I want Seth Aaron to win the whole shebang too. I haven't loved everything he's made, but none of it has been boring.


----------



## BigCutieSasha (Apr 14, 2010)

olwen said:


> I want Seth Aaron to win the whole shebang too. I haven't loved everything he's made, but none of it has been boring.



I agree! I hope he wins. He has been very consistent with his pieces, has a fun edgy flair and also apparently lives about 20 minutes from me. SO yay for the local guy! I already saw some photos of their stuff at fashion week. It makes me VERY excited to see who the 3rd person is and to see all their work.


----------



## olwen (Apr 14, 2010)

MsSasha said:


> I agree! I hope he wins. He has been very consistent with his pieces, has a fun edgy flair and also apparently lives about 20 minutes from me. SO yay for the local guy! I already saw some photos of their stuff at fashion week. It makes me VERY excited to see who the 3rd person is and to see all their work.



Where did you see photos?


----------



## LisaInNC (Apr 15, 2010)

I am pretty confident Seth Aaron will win it. That older lady drives me INSANE! I hope she chokes on a spool of thread.


----------



## Jane (Apr 16, 2010)

LisaInNC said:


> I am pretty confident Seth Aaron will win it. That older lady drives me INSANE! I hope she chokes on a spool of thread.



She's only three years older than Seth Aaron. Unfortunately that seems to be in 70's TV Sitcom years.


----------



## Jes (Apr 16, 2010)

Jane said:


> She's only three years older than Seth Aaron. Unfortunately that seems to be in 70's TV Sitcom years.



haha. Right!

Apparentl;y, from the previews, the final show in the tents is stellar. I'm looking forward to that. There's been lots of fug in those tents over the various seasons.

I agree with Mules--this 'run off' was stupid and unnecessary. 

I find it intersting that all 3 finalists are older, and have other careers (to a greater or less extent). This is a 2nd-time-'round for all of them. 

What did you think of the garments last night? I'm not sure I loved any of it. I mean, it was fine, but it wasn't amazing to me. 

Though part of me is glad that Jay's smacktalk exploded in his face. I get competition. I get thinking your work is better that someon else's. But I don't get his balls-out statement that Mila was nothing for him to worry about. Clearly, she made it through the whole season and she WAS competition for him.


----------



## Jes (Apr 16, 2010)

MuleVariationsNYC said:


> I thought Emilio should have won, but I didn't love his dress as much as the judges. "Best dress of the season"? I guess.
> 
> 
> .


i wanted to comment on this but just can't recall what i wanted to say. His dress really grew on me. Would it be worn on the red carpet though? Eh...

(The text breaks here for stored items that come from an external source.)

/** Participants: the same columns in every shard; a subject found in several shards must have the same row. */
async function copyParticipants(c: DuckDBConnection, alias: string[], shown: readonly string[]): Promise<void> {
  const withTable: number[] = [];
  let columns: { name: string; type: 'DOUBLE' | 'VARCHAR' }[] | null = null;
  for (let i = 0; i < alias.length; i++) {
    const cols = await rows(c, 'SELECT column_name, data_type FROM duckdb_columns() WHERE database_name = $1 AND table_name = $2 ORDER BY column_index', [
      alias[i],
      'participants',
    ]);
    if (cols.length === 0) continue;
    const these = cols.map((r) => ({ name: String(r.column_name), type: String(r.data_type) === 'DOUBLE' ? ('DOUBLE' as const) : ('VARCHAR' as const) }));
    if (columns === null) columns = these;
    else if (canonicalJson(columns) !== canonicalJson(these)) {
      throw new MergeError(
        `participants columns differ: ${shown[withTable[0]]} has ${columns.map((x) => `${x.name} ${x.type}`).join(', ')}; ${shown[i]} has ${these.map((x) => `${x.name} ${x.type}`).join(', ')} — were the shards ingested from the same cohort table?`,
      );
    }
    withTable.push(i);
  }
  if (columns === null) return;
  await c.run(participantsCreateSql(columns));
  const cols = columns.map((x) => quoteIdent(x.name)).join(', ');
  for (const i of withTable) {
    const a = alias[i];
    const conflict = await rows(
      c,
      `SELECT DISTINCT subject FROM ((SELECT ${cols} FROM ${a}.participants WHERE subject IN (SELECT subject FROM participants))
         EXCEPT (SELECT ${cols} FROM participants)) ORDER BY subject LIMIT 5`,
    );
    if (conflict.length > 0) {
      throw new MergeError(
        `participants differ between shards for subject(s) ${conflict.map((r) => String(r.subject)).join(', ')} (in ${shown[i]}): were the shards ingested from the same cohort table?`,
      );
    }
    await c.run(`INSERT INTO participants (${cols}) SELECT ${cols} FROM ${a}.participants WHERE subject NOT IN (SELECT subject FROM participants)`);
  }
}

/**
 * Every recording once: rows come from the first shard that holds it; a recording found in
 * later shards too must have identical rows there (EXCEPT ALL both ways, timestamps and
 * cohort-level metrics aside). Returns how many duplicate copies were dropped.
 */
async function copyRecordings(c: DuckDBConnection, alias: string[], shown: readonly string[]): Promise<number> {
  const union = alias.map((a, i) => `SELECT recording_id, ${i} AS src FROM ${a}.recordings`).join(' UNION ALL ');
  await c.run(`CREATE TEMP TABLE merge_sources AS ${union}`);
  await c.run('CREATE TEMP TABLE merge_owner AS SELECT recording_id, min(src) AS src FROM merge_sources GROUP BY recording_id');
  const pairs = await rows(
    c,
    `SELECT o.src AS a, s.src AS b, count(*) AS n FROM merge_sources s JOIN merge_owner o USING (recording_id) WHERE s.src <> o.src GROUP BY ALL ORDER BY a, b`,
  );
  let dropped = 0;
  const notCohort = `metric NOT IN (${COHORT_METRICS.map(sqlText).join(', ')})`;
  for (const p of pairs) {
    const [a, b] = [Number(p.a), Number(p.b)];
    dropped += Number(p.n);
    const ids = `(SELECT recording_id FROM merge_sources s JOIN merge_owner o USING (recording_id) WHERE o.src = ${a} AND s.src = ${b})`;
    for (const name of RECORDING_TABLES) {
      const t = table(name);
      const cols = columnList(t, TIME_COLUMNS[name] ?? []);
      const where = `recording_id IN ${ids}${name === 'quality' ? ` AND ${notCohort}` : ''}`;
      const side = (x: string) => `SELECT ${cols} FROM ${x}.${name} WHERE ${where}`;
      const differ = await rows(
        c,
        `SELECT DISTINCT recording_id FROM ((${side(alias[a])} EXCEPT ALL ${side(alias[b])}) UNION ALL (${side(alias[b])} EXCEPT ALL ${side(alias[a])})) ORDER BY recording_id LIMIT 5`,
      );
      if (differ.length > 0) {
        const id = String(differ[0].recording_id);
        const file = await rows(c, `SELECT file_name FROM ${alias[a]}.recordings WHERE recording_id = $1`, [id]);
        throw new MergeError(
          `recording ${id} (${file.length ? String(file[0].file_name) : '?'}) is stored in both ${shown[a]} and ${shown[b]} with different ${name} rows` +
            `${differ.length > 1 ? ` (and ${differ.length - 1}+ more recordings)` : ''}; ingest it once, or remove one copy`,
        );
      }
    }
  }
  for (const name of RECORDING_TABLES) {
    const cols = columnList(table(name));
    if (name === 'spectra') {
      // one insert in the stored order (spectra-order.ts), so the merged file needs no rewrite
      const parts = alias.map((a, i) => `SELECT ${cols} FROM ${a}.spectra WHERE recording_id IN (SELECT recording_id FROM merge_owner WHERE src = ${i})`);
      await c.run(`INSERT INTO spectra (${cols}) SELECT ${cols} FROM (${parts.join(' UNION ALL ')}) ORDER BY ${SPECTRA_ORDER.map(quoteIdent).join(', ')}`);
      continue;
    }
    for (let i = 0; i < alias.length; i++) {
      const where = `recording_id IN (SELECT recording_id FROM merge_owner WHERE src = ${i})${name === 'quality' ? ` AND ${notCohort}` : ''}`;
      await c.run(`INSERT INTO ${name} (${cols}) SELECT ${cols} FROM ${alias[i]}.${name} WHERE ${where}`);
    }
  }
  await c.run('DROP TABLE merge_owner');
  await c.run('DROP TABLE merge_sources');
  return dropped;
}

/**
 * ingest_errors, and the warnings of no recording, from every shard; one repeated in several
 * shards (same run, file, step, field, message) once. (Warnings of a recording go with it.)
 */
async function copyErrors(c: DuckDBConnection, alias: string[]): Promise<void> {
  for (const [name, where] of [
    ['ingest_errors', 'TRUE'],
    ['warnings', 'e.recording_id IS NULL'],
  ] as const) {
    const cols = columnList(table(name));
    for (const a of alias) {
      await c.run(
        `INSERT INTO ${name} (${cols}) SELECT ${cols} FROM ${a}.${name} e
          WHERE ${where} AND NOT EXISTS (SELECT 1 FROM ${name} m WHERE m.run_id = e.run_id AND m.file IS NOT DISTINCT FROM e.file
                            AND m.step = e.step AND m.field IS NOT DISTINCT FROM e.field AND m.message = e.message)`,
      );
    }
  }
}

/**
 * The cohort-level quality pass: cohort-distance (src/core/quality/cohort-distance.ts) for every
 * run × channel × stage × reference over the mean-averaged Welch spectra of all its recordings with at
 * least one clean epoch — flagged ones included (e.g. few clean epochs): the screen shows every
 * spectrum, and the median/MAD are robust to a few noisy ones. Spectra with a non-positive bin
 * inside the distance range get no row (log10 is undefined there). Earlier cohort-distance rows
 * are replaced, in one transaction. Returns the rows written.
 *
 * One scan, sorted by group, streamed: one group's spectra in memory at a time (a query per
 * group would rescan the whole spectra table for each of channels × stages × references).
 * Run it once the whole cohort is in one database (after a merge, or after a single-process ingest).
 */
export async function cohortQualityPass(store: Store): Promise<number> {
  const options = DEFAULT_COHORT_DISTANCE;
  return store.exclusive(async () => {
    const c = store.connection;
    const rows = {
      recordingId: [] as string[],
      channel: [] as string[],
      stage: [] as Stage[],
      reference: [] as Reference[],
      value: [] as (number | null)[],
      flagged: [] as boolean[],
      reason: [] as (string | null)[],
      severity: [] as number[],
    };
    let key: string | null = null;
    let head: Record<string, unknown> = {};
    let group: { recordingId: string; power: Float32Array }[] = [];
    const flush = () => {
      if (group.length === 0) return;
      const [start, step, nBins] = [Number(head.freq_start_hz), Number(head.freq_step_hz), Number(head.n_bins)];
      const freqs = Float64Array.from({ length: nBins }, (_, k) => start + k * step);
      if (!freqs.some((f) => f >= options.fminHz && f <= options.fmaxHz)) return;
      const usable = group.filter((sp) => sp.power.every((p, k) => p > 0 || freqs[k] < options.fminHz || freqs[k] > options.fmaxHz));
      if (usable.length === 0) return;
      const [channel, stage, reference] = [String(head.channel), String(head.stage) as Stage, String(head.reference) as Reference];
      for (const row of cohortDistance(channel, stage, freqs, usable, options)) {
        rows.recordingId.push(row.recordingId);
        rows.channel.push(channel);
        rows.stage.push(stage);
        rows.reference.push(reference);
        rows.value.push(row.value);
        rows.flagged.push(row.flagged);
        rows.reason.push(row.reason);
        rows.severity.push(row.severity);
      }
    };
    const result = await c.stream(
      `SELECT r.run_id, s.channel, s.stage, s.reference, s.freq_start_hz, s.freq_step_hz, s.n_bins, s.recording_id, s.power
         FROM spectra s JOIN recordings r USING (recording_id)
        WHERE s.averaging = 'mean' AND s.estimator = 'welch' AND s.n_epochs > 0
        ORDER BY r.run_id, s.channel, s.stage, s.reference, s.freq_start_hz, s.freq_step_hz, s.n_bins, s.recording_id`,
    );
    for await (const batch of result.yieldRowObjectJs()) {
      for (const r of batch) {
        const k = [r.run_id, r.channel, r.stage, r.reference, r.freq_start_hz, r.freq_step_hz, r.n_bins].join('\u0000');
        if (k !== key) {
          flush();
          key = k;
          head = r;
          group = [];
        }
        group.push({ recordingId: String(r.recording_id), power: Float32Array.from(r.power as number[]) });
      }
    }
    flush();
    await c.run('BEGIN TRANSACTION');
    try {
      await c.run(`DELETE FROM quality WHERE metric IN (${COHORT_METRICS.map(sqlText).join(', ')})`);
      await appendColumns(c, table('quality'), rows.recordingId.length, {
        recording_id: (i) => rows.recordingId[i],
        channel: (i) => rows.channel[i],
        stage: (i) => rows.stage[i],
        metric: () => 'cohort-distance',
        value: (i) => rows.value[i],
        flagged: (i) => rows.flagged[i],
        reason: (i) => rows.reason[i],
        reference: (i) => rows.reference[i],
        severity: (i) => rows.severity[i],
      });
      await c.run('COMMIT');
    } catch (error) {
      // a COMMIT that failed (disk full) has already ended the transaction: report the first error
      await c.run('ROLLBACK').catch(() => undefined);
      throw error;
    }
    return rows.recordingId.length;
  });
}
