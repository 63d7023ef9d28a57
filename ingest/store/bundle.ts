/**
 * RecordingBundle: everything the pipeline computed for one recording, handed to the single
 * writer (Store.writeRecording) and stored in one transaction.
 *
 * Plain records and typed arrays only (it crosses a worker_threads boundary by structured
 * clone). recording_id is not part of the bundle: the store derives it from (run, file hash)
 * and fills it into every row. Units are in the field names or the comments; the matching
 * table columns are documented in schema.ts.
 */
import type { Stage } from '../../src/core/stages.ts';

export type Reference = 'recorded' | 'linked-mastoids' | 'contralateral-mastoid' | 'average' | 'bipolar';
export type Averaging = 'mean' | 'median';

/** recordings row (recording_id, run_id and ingested_at are filled by the store). */
export interface RecordingInfo {
  subject: string;
  session: string | null;
  /** EDF path as given in the cohort table. */
  fileName: string;
  /** SHA-256 of the EDF file bytes, 64 lowercase hex digits. */
  fileSha256: string;
  durationS: number;
  /** ok, ok-with-warnings, partial-scoring, partial-data or partial-data-and-scoring (see schema.ts). */
  status: string;
  edfVariant?: 'EDF' | 'EDF+C' | 'EDF+D' | 'BDF' | 'BDF+C' | 'BDF+D' | null;
  scoringSource?: string | null;
  epochLengthS?: number | null;
  nEpochs?: number | null;
  nEpochsDropped?: number | null;
  tstMin?: number | null;
  sePct?: number | null;
  solMin?: number | null;
  /** Minutes per stage (W, N1, N2, N3, R, unscored). */
  stageMin?: Partial<Record<Stage, number>> | null;
  /** s added to an EDF+/BDF+ scoring's onsets to place it on the recording; null for a table or text scoring. */
  scoringShiftS?: number | null;
  /** Lights off/on, s from the recording start; null when not found. */
  lightsOffS?: number | null;
  lightsOnS?: number | null;
  /** annotation, table, table+annotation or none. */
  lightsSource?: string | null;
  trtMin?: number | null;
  wasoMin?: number | null;
  remLatencyMin?: number | null;
}

export interface ChannelRow {
  channel: string;
  type: string;
  /** Unit of the stored samples and physical limits (µV). */
  unit: string | null;
  /** Physical dimension as recorded in the EDF header (uV, mV, …), null when empty. */
  recordedUnit?: string | null;
  fsHz: number;
  prefilter: string | null;
  /** Unit-sphere position (10-10 system), null if unknown. */
  x: number | null;
  y: number | null;
  z: number | null;
  label?: string | null;
  referenceElectrode?: string | null;
  /** EDF physical minimum and maximum, in `unit` (scaled like the samples). */
  physicalMin?: number | null;
  physicalMax?: number | null;
  digitalMin?: number | null;
  digitalMax?: number | null;
}

/** Epochs, columnar: row i is epoch i (epoch index = position). */
export interface EpochColumns {
  /** Onset of each epoch in s from the recording start. */
  onsetS: Float64Array;
  stage: Stage[];
  /** Why the epoch was dropped for all channels (gap, recording-end), null when kept; omit if none. */
  dropReason?: (string | null)[];
}

export interface EpochRejection {
  channel: string;
  /** Reference of the channel judged (each reference's channels are judged on their own signals). */
  reference: Reference;
  epoch: number;
  reason: string;
  /** The value that broke the rule, null if none. */
  value: number | null;
}

export interface SpectrumRow {
  channel: string;
  stage: Stage;
  reference: Reference;
  averaging: Averaging;
  nEpochs: number;
  nSegments: number;
  freqStartHz: number;
  freqStepHz: number;
  /** PSD in µV²/Hz at freqStartHz + i·freqStepHz; its length is n_bins. */
  power: Float32Array;
  flagged: boolean;
  flagReason: string | null;
}

/**
 * Epoch band powers of one reference, columnar (~10^5 rows per recording, no per-row objects).
 * Row i: channel channels[channelIdx[i]], epoch epoch[i], band bands[bandIdx[i]], power power[i].
 */
export interface BandPowerBlock {
  reference: Reference;
  channels: string[];
  bands: string[];
  channelIdx: Int32Array;
  epoch: Int32Array;
  bandIdx: Int32Array;
  power: Float32Array;
}

export interface AperiodicRow {
  channel: string;
  stage: Stage;
  reference: Reference;
  averaging: Averaging;
  method: string;
  fitLoHz: number;
  fitHiHz: number;
  offset: number | null;
  exponent: number | null;
  knee: number | null;
  r2: number | null;
  rmse: number | null;
  nPeaks: number | null;
}

export interface PeakRow {
  channel: string;
  stage: Stage;
  reference: Reference;
  averaging: Averaging;
  method: string;
  centerHz: number;
  /** Height above the aperiodic fit in log10 power. */
  height: number;
  bandwidthHz: number;
}

/** Same shape as src/core/quality's QualityRow; reference added when the metric is spectral. */
export interface QualityRowIn {
  channel: string | null;
  stage: Stage | null;
  metric: string;
  value: number | null;
  flagged: boolean;
  reason: string | null;
  reference?: Reference | null;
  /** 0 clean, ≥ 1 flagged (src/core/quality); null if not given. */
  severity?: number | null;
}

export interface ReferenceSkip {
  reference: Reference;
  reason: string;
}

/**
 * Something read or computed with a compromise (warnings table): a gap, a derived record count, a
 * converted unit, partial scoring, a band a channel cannot reach. The message never quotes EDF
 * annotation text or header identification; it names fields, channels, epochs and times.
 */
export interface WarningRow {
  /** Pipeline step that noticed it: open, read, scoring, channels, spectra, fit, irasa. */
  step: string;
  /** Header field, parameter or channel concerned, null if none. */
  field: string | null;
  message: string;
}

export interface RecordingBundle {
  runId: string;
  recording: RecordingInfo;
  channels: ChannelRow[];
  epochs: EpochColumns;
  rejections: EpochRejection[];
  spectra: SpectrumRow[];
  bandPowers: BandPowerBlock[];
  aperiodic: AperiodicRow[];
  peaks: PeakRow[];
  quality: QualityRowIn[];
  referenceSkips: ReferenceSkip[];
  /** Compromises of this recording, written in its transaction (omit or [] for none). */
  warnings?: WarningRow[];
}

but, it was the only non-literal, non-costume-y piece (that was still good--unlike Anthony's) on the runway. Jay's military jacket came right from the ringleader and so did the other stuff--big jackets, top hats, etc.

OOOOH i know what I was gonna say:

I thought the gown of the dress was fantastic in the following way, though it took a 2nd viewing to realize how:

it looked like the big top! it had gathers and bunting just like the sides of the big top and was even trussed up like the entrance to the big top is trussed up with ropes.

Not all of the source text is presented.